Sun, 6 Feb 2011
By Thomas ten Cate
Game development can be a pain sometimes. Remember my writings on threading last week? This week has been more of the same kind of stuff: engine improvements, code cleanups, bugfixes, and only some small new features that are actually visible.
Did I say visible? I meant “audible”. The biggest change on the surface is that some nice music now plays during the game. It even pauses and resumes correctly, and all this took just one hour to set up. Android does have its merits sometimes.
It’s still just one tune that I stole from somewhere, which I’m leaving in to see whether it becomes annoying. Because writing music is not exactly my specialty, I’ve been looking around on the web for songs that I can legally use, either for free or for a small one-time fee. For the final game, I want at least one song for each supermarket ‘chain’, and a separate song for the menus. Depending on cost, file size and availability of suitable songs, I might add some more for various menu screens, the game-over screen (depending on whether you won or lost), and the end credits.
Other improvements… well, bits and pieces. Let’s have a look at the commit history. Sorry that this is all technical stuff again, but it’ll allow me to start adding more interesting new features more easily next week.
First off, I refactored the renderer. Previously, each render phase had its own
tearDown methods, which initialized and reset particular OpenGL settings used during that phase. Since there were about 10 different phases, it became difficult to keep track of what state changes were actually necessary. In the end, I put them all into one big method. From that, it was easy to see that many of the changes were actually undoing a setting from the line right before. Eliminating these redundant state changes gave an immediate speed boost of over 5%!
Making better use of texture atlases, I could also eliminate many
glBindTexture calls. The texture used by any object now does not depend on the object at all, but only on the render phase it is rendered in. There are only four textures in the entire game, and I could reduce this to three or maybe even two (one for level-dependent stuff and one for global, level-independent stuff).
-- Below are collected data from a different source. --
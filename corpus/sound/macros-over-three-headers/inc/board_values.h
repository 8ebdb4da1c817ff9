#define AREF_UV_X10     33000u      /* 100 uV */
#define ADC_STEPS       (1u << 12)
#define LOOP_OHM        165u
#define LOOP_ZERO_UA    4000u
#define LOOP_SPAN_UA    16000u
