#include <stdint.h>

#define HAS_BUFFER  1
#define FEEDER      0
#define DEAD_ZONE   8

static volatile uint16_t adc_last[2];

void adc_done(unsigned which, uint16_t code)
{
    adc_last[which] = code;
}

uint32_t feeder_ma(void)
{
    uint32_t raw = adc_last[FEEDER];
    uint32_t gain = HAS_BUFFER ? 21u : 20u;

    return raw < DEAD_ZONE ? 0u : raw * 3000u / 4096u * 1000u / (50u * gain);
}
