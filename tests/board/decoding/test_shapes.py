"""Shapes of plain values: what they read, what they refuse, what they publish."""

from datetime import date
from fractions import Fraction

import jsonschema
import pytest

from bitweight.board.decoding.shapes import (
    Choice,
    Counts,
    Day,
    Flag,
    Inner,
    Number,
    Numbers,
    Sign,
    Tables,
    Text,
    Texts,
    Whole,
    Width,
    one_of,
    table_schema,
    words,
)
from bitweight.board.decoding.tables import Decoded, Field, Shape
from bitweight.board.stages import Side
from bitweight.documents import Value, parse_document
from bitweight.errors import BoardError

INNER = Inner("x", (Field("n", Whole(0, 9), "a digit", required=True),))


def value(text: str) -> Value:
    """The value of a TOML text."""
    found = parse_document(f"v = {text}", file="b").get("v")
    assert found is not None
    return found


RIGHT: list[tuple[Shape[object], str, object, object]] = [
    (Text(), "'a'", "a", "a"),
    (Texts(), "'a'", ("a",), "a"),
    (Texts(), "['a', 'b']", ("a", "b"), ["a", "b"]),
    (Flag(), "true", True, True),
    (Whole(1, 32), "12", 12, 12),
    (Width((16, 32)), "16", 16, 16),
    (Number(), "1.25", Fraction(5, 4), 1.25),
    (Number(), "3", Fraction(3), 3),
    (Number(), "'1/3'", Fraction(1, 3), "1/3"),
    (words("a", "b"), "'b'", "b", "b"),
    (one_of(Side), "'top'", Side.TOP, "top"),
    (Choice({"x": 3}), "'x'", 3, "x"),
    (Counts(4096), "4096", (4096,), 4096),
    (Counts(4096), "[4096, 4095]", (4096, 4095), [4096, 4095]),
    (Numbers(1, 3), "[1, 2.5]", (Fraction(1), Fraction(5, 2)), [1, 2.5]),
    (Day(), "2027-06-30", date(2027, 6, 30), "2027-06-30"),
    (Day(), "'2027-06-30'", date(2027, 6, 30), "2027-06-30"),
]


@pytest.mark.parametrize(("shape", "text", "fact", "data"), RIGHT)
def test_a_right_value_becomes_a_fact_and_fits_its_schema(
    shape: Shape[object], text: str, fact: object, data: object
) -> None:
    """What the shape reads, its published schema allows."""
    assert shape.decode(value(text)) == fact
    jsonschema.validate(data, shape.schema())


@pytest.mark.parametrize(
    ("shape", "text", "message"),
    [
        (Text(), "3", "expected a text in quotes, found the number 3"),
        (Text(), "''", 'expected a text in quotes, found the text ""'),
        (Texts(), "{}", "expected a text or a list of texts, found a table"),
        (Texts(), "['a', 3]", "expected a text in quotes"),
        (Flag(), "'yes'", "expected true or false"),
        (Whole(1, 9), "true", "expected a whole number, found true"),
        (Whole(1, 9), "1.0", "expected a whole number, found the number 1.0"),
        (Whole(1, 9), "10", "expected a whole number from 1 to 9, found 10"),
        (Width((16, 32)), "24", "expected 16 or 32, found the number 24"),
        (Number(), "true", "expected a number like 3 or 0.5, found true"),
        (Number(), "nan", "expected a number like 3 or 0.5, found the number nan"),
        (Number(), "'x'", "expected a number like 3, 0.5 or 1/512"),
        (Number(), "1e400", "expected a number like 3 or 0.5"),
        (Number(Sign.POSITIVE), "0", "expected a number above 0, found the number 0"),
        (Number(Sign.NOT_NEGATIVE), "-1", "expected a number 0 or more, found the number -1"),
        (Number(Sign.NOT_ZERO), "0.0", "expected a number other than 0, found the number 0.0"),
        (one_of(Side), "'tip'", "did you mean 'top'?"),
        (one_of(Side), "3", 'expected one of "top", "bottom", found the number 3'),
        (Counts(9), "[]", "expected at least one count"),
        (Counts(9), "[0]", "from 1 to 9"),
        (Numbers(3, 4), "[1]", "expected a list of 3 to 4 numbers"),
        (Numbers(2, 2), "[1]", "expected a list of 2 numbers"),
        (Day(), "'30.6.2027'", "expected a date like 2027-06-30"),
        (Day(), "2027-06-30T10:00:00", "expected a date"),
        (Day(), "'2027-02-30'", "day"),
        (Day(), "'2027-02-30'", "there is no day 2027-02-30"),
        (Tables(INNER), "3", "expected a list"),
        (Tables(INNER), "[{}, { m = 1 }]", "missing key 'n' in x"),
        (INNER, "{ m = 1 }", "missing key 'n' in x"),
    ],
)
def test_a_wrong_value_says_what_was_expected(
    shape: Shape[object], text: str, message: str
) -> None:
    """Each refusal names what was expected and what was found."""
    with pytest.raises(BoardError) as caught:
        shape.decode(value(text))
    assert message in str(caught.value)


def test_all_items_of_a_list_are_checked() -> None:
    """Two wrong items are two mistakes, each at its item."""
    with pytest.raises(BoardError) as caught:
        Texts().decode(value("['a', 3, 'b', 4]"))
    assert [one.place.column for one in caught.value.mistakes] == [11, 19]


def test_an_inner_table_is_decoded_by_its_fields() -> None:
    """A table inside a table gives its own fields."""
    decoded = INNER.decode(value("{ n = 7 }"))
    assert isinstance(decoded, Decoded)
    assert decoded.get(Field("n", Whole(0, 9), "")) == 7


def test_a_table_schema_lists_its_keys() -> None:
    """Every field is a property with its help; required ones are required where asked."""
    schema = table_schema(INNER.fields)
    assert schema["required"] == ["n"]
    assert schema["additionalProperties"] is False
    assert "required" not in table_schema(INNER.fields, required=False)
Then I added a new utility class called
FastArray. Like the standard Java
ArrayList, it’s a dynamically resizing wrapper around a plain array. The difference is that the underlying array is
public, which allows us to avoid
array.get(i) calls and simply write
array.elements[i] instead. In tight loops, this makes a big difference. In extreme cases, we can even assign
array.elements to a variable to avoid a lookup.
I also moved most assets (textures, models) from the
assets/ directory to the
res/raw directory. In the Android build system,
assets is something you have to manage manually, but
res/raw is managed by the build system. The result is that, instead of using filenames for textures, I can now access them through an integer identifier, like
R.raw.myTexture. If I rename or remove a file, instead of the game crashing at runtime, the build system will now rebuild the
R class and the code won’t compile until I’ve updated all references.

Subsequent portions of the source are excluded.